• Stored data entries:
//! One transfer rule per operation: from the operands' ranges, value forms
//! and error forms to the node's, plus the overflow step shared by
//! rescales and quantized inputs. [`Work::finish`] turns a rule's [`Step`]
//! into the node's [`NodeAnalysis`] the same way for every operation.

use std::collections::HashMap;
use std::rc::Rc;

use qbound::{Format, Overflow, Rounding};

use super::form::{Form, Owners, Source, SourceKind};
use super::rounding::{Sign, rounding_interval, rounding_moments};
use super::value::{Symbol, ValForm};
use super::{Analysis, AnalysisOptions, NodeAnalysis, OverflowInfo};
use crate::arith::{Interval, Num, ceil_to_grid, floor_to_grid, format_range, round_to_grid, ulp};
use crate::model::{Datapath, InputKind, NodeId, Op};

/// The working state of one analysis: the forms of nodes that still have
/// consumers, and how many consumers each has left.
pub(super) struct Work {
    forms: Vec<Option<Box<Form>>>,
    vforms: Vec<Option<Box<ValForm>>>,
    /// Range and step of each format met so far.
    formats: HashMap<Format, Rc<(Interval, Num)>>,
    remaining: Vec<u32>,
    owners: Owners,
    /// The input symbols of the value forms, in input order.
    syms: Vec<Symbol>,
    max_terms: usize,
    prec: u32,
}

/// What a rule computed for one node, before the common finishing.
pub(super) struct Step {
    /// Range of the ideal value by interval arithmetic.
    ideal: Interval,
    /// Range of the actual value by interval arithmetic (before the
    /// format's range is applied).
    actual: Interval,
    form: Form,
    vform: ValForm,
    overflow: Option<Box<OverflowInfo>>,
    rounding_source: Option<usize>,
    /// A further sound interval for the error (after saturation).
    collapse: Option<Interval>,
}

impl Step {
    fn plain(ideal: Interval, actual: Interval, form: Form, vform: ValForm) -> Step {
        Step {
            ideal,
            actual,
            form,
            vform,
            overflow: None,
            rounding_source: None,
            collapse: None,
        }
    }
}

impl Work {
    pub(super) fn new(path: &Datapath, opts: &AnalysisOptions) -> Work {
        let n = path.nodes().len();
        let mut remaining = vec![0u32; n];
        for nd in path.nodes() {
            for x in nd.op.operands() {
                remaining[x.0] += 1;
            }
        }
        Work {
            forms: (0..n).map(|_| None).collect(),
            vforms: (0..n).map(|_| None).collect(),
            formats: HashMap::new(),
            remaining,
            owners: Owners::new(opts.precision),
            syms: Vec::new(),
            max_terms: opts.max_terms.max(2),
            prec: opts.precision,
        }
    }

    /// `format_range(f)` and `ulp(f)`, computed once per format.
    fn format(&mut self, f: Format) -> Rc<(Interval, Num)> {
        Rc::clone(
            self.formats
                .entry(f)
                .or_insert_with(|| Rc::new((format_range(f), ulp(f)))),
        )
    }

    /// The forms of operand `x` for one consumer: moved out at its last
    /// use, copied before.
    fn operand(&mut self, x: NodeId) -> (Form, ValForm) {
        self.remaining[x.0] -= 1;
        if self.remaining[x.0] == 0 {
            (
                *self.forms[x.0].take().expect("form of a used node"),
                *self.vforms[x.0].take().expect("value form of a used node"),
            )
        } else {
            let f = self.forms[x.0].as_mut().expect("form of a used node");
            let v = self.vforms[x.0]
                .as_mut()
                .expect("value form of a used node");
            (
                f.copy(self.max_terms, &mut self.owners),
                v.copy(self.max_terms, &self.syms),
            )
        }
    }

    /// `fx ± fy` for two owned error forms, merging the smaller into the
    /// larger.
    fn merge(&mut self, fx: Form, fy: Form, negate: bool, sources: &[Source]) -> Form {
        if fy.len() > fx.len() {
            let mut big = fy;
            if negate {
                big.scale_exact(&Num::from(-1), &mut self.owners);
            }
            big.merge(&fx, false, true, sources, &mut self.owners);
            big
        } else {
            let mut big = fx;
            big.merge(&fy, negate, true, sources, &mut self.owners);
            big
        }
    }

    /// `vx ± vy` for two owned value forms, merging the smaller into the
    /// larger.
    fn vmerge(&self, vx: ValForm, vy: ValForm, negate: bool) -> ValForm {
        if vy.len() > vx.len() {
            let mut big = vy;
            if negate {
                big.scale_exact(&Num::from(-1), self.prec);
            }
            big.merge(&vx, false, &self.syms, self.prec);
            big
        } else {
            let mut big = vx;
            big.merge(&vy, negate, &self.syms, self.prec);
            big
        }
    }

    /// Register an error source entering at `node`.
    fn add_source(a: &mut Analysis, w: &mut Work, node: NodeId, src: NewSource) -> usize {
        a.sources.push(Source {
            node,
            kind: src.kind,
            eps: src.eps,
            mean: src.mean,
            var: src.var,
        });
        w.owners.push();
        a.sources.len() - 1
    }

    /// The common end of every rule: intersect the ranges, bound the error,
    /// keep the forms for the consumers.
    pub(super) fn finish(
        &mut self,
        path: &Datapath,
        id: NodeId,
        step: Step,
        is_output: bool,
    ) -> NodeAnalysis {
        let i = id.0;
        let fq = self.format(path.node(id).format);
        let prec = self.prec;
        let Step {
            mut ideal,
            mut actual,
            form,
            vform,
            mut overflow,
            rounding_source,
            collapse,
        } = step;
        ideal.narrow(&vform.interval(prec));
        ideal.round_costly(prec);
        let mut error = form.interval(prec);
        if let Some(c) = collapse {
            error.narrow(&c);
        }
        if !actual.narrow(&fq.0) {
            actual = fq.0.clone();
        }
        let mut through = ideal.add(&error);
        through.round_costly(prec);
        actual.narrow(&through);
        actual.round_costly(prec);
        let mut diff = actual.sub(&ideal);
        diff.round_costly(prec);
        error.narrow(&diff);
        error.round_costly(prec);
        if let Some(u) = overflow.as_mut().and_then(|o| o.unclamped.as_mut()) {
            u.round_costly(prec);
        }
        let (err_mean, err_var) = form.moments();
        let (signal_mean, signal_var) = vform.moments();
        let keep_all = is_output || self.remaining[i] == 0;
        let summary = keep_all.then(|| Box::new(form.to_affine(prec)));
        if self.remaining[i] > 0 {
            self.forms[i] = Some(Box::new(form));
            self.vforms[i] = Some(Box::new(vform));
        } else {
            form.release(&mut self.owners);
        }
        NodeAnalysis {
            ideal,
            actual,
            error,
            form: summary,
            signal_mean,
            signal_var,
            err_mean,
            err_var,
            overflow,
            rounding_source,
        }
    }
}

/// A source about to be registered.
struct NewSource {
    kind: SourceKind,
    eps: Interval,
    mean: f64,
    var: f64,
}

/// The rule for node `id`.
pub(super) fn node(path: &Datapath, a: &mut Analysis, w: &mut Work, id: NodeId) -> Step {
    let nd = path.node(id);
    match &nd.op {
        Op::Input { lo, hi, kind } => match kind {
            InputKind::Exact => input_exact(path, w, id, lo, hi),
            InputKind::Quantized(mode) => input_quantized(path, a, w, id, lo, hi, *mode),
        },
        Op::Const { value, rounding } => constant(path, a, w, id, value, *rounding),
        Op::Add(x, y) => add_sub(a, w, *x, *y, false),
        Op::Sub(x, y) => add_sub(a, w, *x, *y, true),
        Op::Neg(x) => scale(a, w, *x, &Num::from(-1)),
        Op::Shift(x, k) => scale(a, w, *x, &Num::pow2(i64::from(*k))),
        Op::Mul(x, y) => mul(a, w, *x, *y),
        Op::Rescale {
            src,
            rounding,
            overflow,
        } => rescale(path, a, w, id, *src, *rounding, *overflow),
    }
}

• Assignment:
Check each line of the data above for the word "used" and say how many lines have it. Give the number alone.

• Solution:
4